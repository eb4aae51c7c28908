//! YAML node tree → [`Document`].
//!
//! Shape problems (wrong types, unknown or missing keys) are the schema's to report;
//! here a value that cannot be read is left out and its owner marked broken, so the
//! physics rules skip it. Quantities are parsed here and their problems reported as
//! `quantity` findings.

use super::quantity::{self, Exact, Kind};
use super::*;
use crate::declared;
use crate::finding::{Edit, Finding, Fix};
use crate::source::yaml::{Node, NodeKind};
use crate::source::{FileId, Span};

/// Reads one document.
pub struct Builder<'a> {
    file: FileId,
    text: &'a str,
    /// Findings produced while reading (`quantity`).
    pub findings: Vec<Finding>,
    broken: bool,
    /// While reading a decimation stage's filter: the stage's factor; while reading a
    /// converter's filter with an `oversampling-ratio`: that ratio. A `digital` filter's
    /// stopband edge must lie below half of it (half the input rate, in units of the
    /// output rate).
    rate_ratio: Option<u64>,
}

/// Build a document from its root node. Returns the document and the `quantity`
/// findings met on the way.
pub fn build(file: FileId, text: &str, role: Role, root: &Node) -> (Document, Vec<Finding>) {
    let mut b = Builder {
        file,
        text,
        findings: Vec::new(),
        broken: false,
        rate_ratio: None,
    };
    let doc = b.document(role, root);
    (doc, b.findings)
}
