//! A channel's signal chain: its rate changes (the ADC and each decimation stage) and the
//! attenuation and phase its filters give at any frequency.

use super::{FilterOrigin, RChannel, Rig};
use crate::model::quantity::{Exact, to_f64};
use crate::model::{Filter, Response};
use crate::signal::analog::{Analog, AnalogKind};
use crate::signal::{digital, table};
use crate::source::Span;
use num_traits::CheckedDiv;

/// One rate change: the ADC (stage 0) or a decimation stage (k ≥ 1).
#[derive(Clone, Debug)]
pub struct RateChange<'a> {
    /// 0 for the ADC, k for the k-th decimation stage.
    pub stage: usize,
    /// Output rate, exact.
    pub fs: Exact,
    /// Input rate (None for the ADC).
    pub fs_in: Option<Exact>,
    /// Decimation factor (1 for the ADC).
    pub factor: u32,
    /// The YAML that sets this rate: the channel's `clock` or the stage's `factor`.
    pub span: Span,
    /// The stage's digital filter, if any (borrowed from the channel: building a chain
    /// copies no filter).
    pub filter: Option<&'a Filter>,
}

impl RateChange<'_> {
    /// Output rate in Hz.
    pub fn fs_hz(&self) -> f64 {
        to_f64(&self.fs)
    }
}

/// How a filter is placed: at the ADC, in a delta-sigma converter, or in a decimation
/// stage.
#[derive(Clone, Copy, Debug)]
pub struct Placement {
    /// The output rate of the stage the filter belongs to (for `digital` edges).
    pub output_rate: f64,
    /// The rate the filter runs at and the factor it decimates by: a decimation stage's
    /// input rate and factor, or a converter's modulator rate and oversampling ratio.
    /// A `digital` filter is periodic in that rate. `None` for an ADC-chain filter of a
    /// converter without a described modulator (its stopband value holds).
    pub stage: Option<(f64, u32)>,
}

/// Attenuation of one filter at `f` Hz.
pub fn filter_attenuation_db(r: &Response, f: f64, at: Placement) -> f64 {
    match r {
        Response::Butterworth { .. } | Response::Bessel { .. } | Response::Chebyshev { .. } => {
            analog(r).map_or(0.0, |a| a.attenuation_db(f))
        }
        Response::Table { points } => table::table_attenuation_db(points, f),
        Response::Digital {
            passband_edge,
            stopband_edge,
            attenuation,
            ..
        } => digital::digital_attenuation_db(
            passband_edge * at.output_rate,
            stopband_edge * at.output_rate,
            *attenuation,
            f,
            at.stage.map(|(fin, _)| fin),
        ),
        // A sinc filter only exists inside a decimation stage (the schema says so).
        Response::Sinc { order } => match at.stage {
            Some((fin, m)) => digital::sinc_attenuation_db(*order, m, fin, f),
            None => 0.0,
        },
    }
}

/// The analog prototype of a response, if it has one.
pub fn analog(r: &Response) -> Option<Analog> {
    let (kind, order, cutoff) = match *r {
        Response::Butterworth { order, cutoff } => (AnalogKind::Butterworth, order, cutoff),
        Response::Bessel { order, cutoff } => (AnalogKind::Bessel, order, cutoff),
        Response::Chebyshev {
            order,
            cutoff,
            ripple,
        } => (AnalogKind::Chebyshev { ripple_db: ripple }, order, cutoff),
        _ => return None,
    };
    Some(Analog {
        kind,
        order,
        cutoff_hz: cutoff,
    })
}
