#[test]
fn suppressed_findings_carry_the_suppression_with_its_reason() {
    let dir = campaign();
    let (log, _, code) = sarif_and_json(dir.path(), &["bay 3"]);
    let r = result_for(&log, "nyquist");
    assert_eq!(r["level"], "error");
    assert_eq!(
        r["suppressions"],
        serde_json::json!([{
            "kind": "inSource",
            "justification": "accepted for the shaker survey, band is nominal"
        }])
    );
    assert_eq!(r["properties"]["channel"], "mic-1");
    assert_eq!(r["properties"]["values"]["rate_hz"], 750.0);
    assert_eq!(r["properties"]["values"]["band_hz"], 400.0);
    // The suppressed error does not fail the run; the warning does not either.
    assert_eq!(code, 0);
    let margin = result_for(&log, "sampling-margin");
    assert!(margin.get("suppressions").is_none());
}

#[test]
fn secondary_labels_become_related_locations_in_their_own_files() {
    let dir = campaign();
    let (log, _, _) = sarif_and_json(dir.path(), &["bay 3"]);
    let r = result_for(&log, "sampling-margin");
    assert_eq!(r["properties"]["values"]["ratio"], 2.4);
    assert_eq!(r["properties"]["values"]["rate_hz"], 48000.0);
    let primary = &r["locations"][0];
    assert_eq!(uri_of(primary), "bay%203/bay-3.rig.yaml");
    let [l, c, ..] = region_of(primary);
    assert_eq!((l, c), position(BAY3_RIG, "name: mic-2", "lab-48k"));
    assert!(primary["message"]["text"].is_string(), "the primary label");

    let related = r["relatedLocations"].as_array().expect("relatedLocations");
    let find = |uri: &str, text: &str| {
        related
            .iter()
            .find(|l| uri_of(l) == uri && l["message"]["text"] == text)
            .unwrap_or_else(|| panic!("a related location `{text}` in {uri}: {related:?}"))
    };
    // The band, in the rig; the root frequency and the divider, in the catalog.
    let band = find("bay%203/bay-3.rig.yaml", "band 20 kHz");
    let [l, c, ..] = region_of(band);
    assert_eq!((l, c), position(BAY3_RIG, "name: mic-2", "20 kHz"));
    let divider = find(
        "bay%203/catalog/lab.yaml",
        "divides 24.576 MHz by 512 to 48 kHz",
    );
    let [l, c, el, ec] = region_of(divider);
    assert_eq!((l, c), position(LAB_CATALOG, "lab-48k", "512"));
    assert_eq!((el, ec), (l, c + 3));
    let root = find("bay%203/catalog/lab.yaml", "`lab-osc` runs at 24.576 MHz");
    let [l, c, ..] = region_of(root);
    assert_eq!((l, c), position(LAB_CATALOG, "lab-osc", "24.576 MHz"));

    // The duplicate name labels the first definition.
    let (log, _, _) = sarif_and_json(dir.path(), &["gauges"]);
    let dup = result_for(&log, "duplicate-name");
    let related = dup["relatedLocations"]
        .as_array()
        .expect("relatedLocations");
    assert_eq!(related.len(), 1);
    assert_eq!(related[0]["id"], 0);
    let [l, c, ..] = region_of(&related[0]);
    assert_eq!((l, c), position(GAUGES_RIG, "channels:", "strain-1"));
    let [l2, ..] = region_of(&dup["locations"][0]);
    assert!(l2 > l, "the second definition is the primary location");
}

+++++

#### WHAT THIS TASK INVOLVES
From the records above, show each line that contains the word "broken".

#### ANSWER TO THE EXERCISE
//! here a value that cannot be read is left out and its owner marked broken, so the
    broken: bool,
        broken: false,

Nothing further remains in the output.